* [DESCRIPTION OF THE TASK] Find "export function guessComma(text: string): Comma" and "for (let at" in the records below. Copy the lines holding them and every line between, exactly, and no others.

#####

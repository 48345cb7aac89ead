import { OCTAVE_BANDS } from "@/lib/noise/bands";

export type Comma = "decimal" | "separator";

/** Nine levels found in a text, null where none was; undefined where the text holds no levels. */
export type ReadLevels = (number | null)[] | undefined;

/** What a comma most likely means: between figures where points mark decimals, else a decimal mark. */
export function guessComma(text: string): Comma {
  const decimals = text.replace(/\b31\.5\b/g, "");
  return /\d\.\d/.test(decimals) ? "separator" : "decimal";
}

interface Token {
  value: number;
  /** Index of the band it names, -1 where it names none. */
  band: number;
}

const FIGURE = /[-\u2212]?\d+(?:\.\d+)?(?:\s?k(?:hz)?\b)?/gi;

function tokensOf(text: string, comma: Comma): Token[] {
  const plain = comma === "decimal" ? text.replace(/(\d),(\d)/g, "$1.$2") : text.replace(/,/g, " ");
  return [...plain.matchAll(FIGURE)].map(([figure]) => {
    const number = Number(figure.replace("\u2212", "-").replace(/\s?k(hz)?$/i, ""));
    const value = /k/i.test(figure) ? number * 1000 : number;
    return { value, band: OCTAVE_BANDS.findIndex((band) => band === value) };
  });
}

const isLevel = ({ value }: Token): boolean => value >= -30 && value <= 160;

/** A row of bands and under it a row of levels. */
function fromTable(tokens: readonly Token[]): ReadLevels {
  const start = tokens.findIndex((_, at) => [0, 1, 2, 3].every((step) => tokens[at + step]?.band === tokens[at]!.band + step && tokens[at]!.band >= 0));
  if (start < 0) return undefined;
  const first = tokens[start]!.band;
  let count = 1;
  while (tokens[start + count]?.band === first + count) count += 1;
  const levels = tokens.slice(start + count, start + 2 * count);
  return levels.length > 0 ? OCTAVE_BANDS.map((_, i) => valueAt(levels[i - first])) : undefined;
}

const valueAt = (token: Token | undefined): number | null => (token && isLevel(token) ? token.value : null);

/** Each band beside its level: "63 104.0  125 101.0". */
function fromPairs(tokens: readonly Token[]): ReadLevels {
  const levels: (number | null)[] = OCTAVE_BANDS.map(() => null);
  for (let at = 0; at + 1 < tokens.length; at += 1) {
    const { band } = tokens[at]!;
    if (band < 0 || levels[band] !== null || !isLevel(tokens[at + 1]!)) continue;
    levels[band] = tokens[at + 1]!.value;
    at += 1;
  }
  return levels.filter((level) => level !== null).length > 2 ? levels : undefined;
}

/** Nine levels alone, or eight from 63 Hz up. */
function fromRow(tokens: readonly Token[]): ReadLevels {
  if (!tokens.every(isLevel)) return undefined;
  const values = tokens.map(({ value }) => value);
  if (values.length === OCTAVE_BANDS.length) return values;
  return values.length === OCTAVE_BANDS.length - 1 ? [null, ...values] : undefined;
}

/** Reads levels from what a meter or a table gives: bands over levels, bands beside levels, or levels alone. */
export function readMeasurement(text: string, comma: Comma = guessComma(text)): ReadLevels {
  const tokens = tokensOf(text, comma);
  const line = text.split(/\r?\n/).map((row) => fromRow(tokensOf(row, comma)));
  return fromTable(tokens) ?? fromPairs(tokens) ?? fromRow(tokens) ?? line.find(Boolean);
}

#####

* [COMPLETED EXERCISE]
export function guessComma(text: string): Comma {
  const decimals = text.replace(/\b31\.5\b/g, "");
  return /\d\.\d/.test(decimals) ? "separator" : "decimal";
}

interface Token {
  value: number;
  /** Index of the band it names, -1 where it names none. */
  band: number;
}

const FIGURE = /[-\u2212]?\d+(?:\.\d+)?(?:\s?k(?:hz)?\b)?/gi;

function tokensOf(text: string, comma: Comma): Token[] {
  const plain = comma === "decimal" ? text.replace(/(\d),(\d)/g, "$1.$2") : text.replace(/,/g, " ");
  return [...plain.matchAll(FIGURE)].map(([figure]) => {
    const number = Number(figure.replace("\u2212", "-").replace(/\s?k(hz)?$/i, ""));
    const value = /k/i.test(figure) ? number * 1000 : number;
    return { value, band: OCTAVE_BANDS.findIndex((band) => band === value) };
  });
}

const isLevel = ({ value }: Token): boolean => value >= -30 && value <= 160;

/** A row of bands and under it a row of levels. */
function fromTable(tokens: readonly Token[]): ReadLevels {
  const start = tokens.findIndex((_, at) => [0, 1, 2, 3].every((step) => tokens[at + step]?.band === tokens[at]!.band + step && tokens[at]!.band >= 0));
  if (start < 0) return undefined;
  const first = tokens[start]!.band;
  let count = 1;
  while (tokens[start + count]?.band === first + count) count += 1;
  const levels = tokens.slice(start + count, start + 2 * count);
  return levels.length > 0 ? OCTAVE_BANDS.map((_, i) => valueAt(levels[i - first])) : undefined;
}

const valueAt = (token: Token | undefined): number | null => (token && isLevel(token) ? token.value : null);

/** Each band beside its level: "63 104.0  125 101.0". */
function fromPairs(tokens: readonly Token[]): ReadLevels {
  const levels: (number | null)[] = OCTAVE_BANDS.map(() => null);
  for (let at = 0; at + 1 < tokens.length; at += 1) {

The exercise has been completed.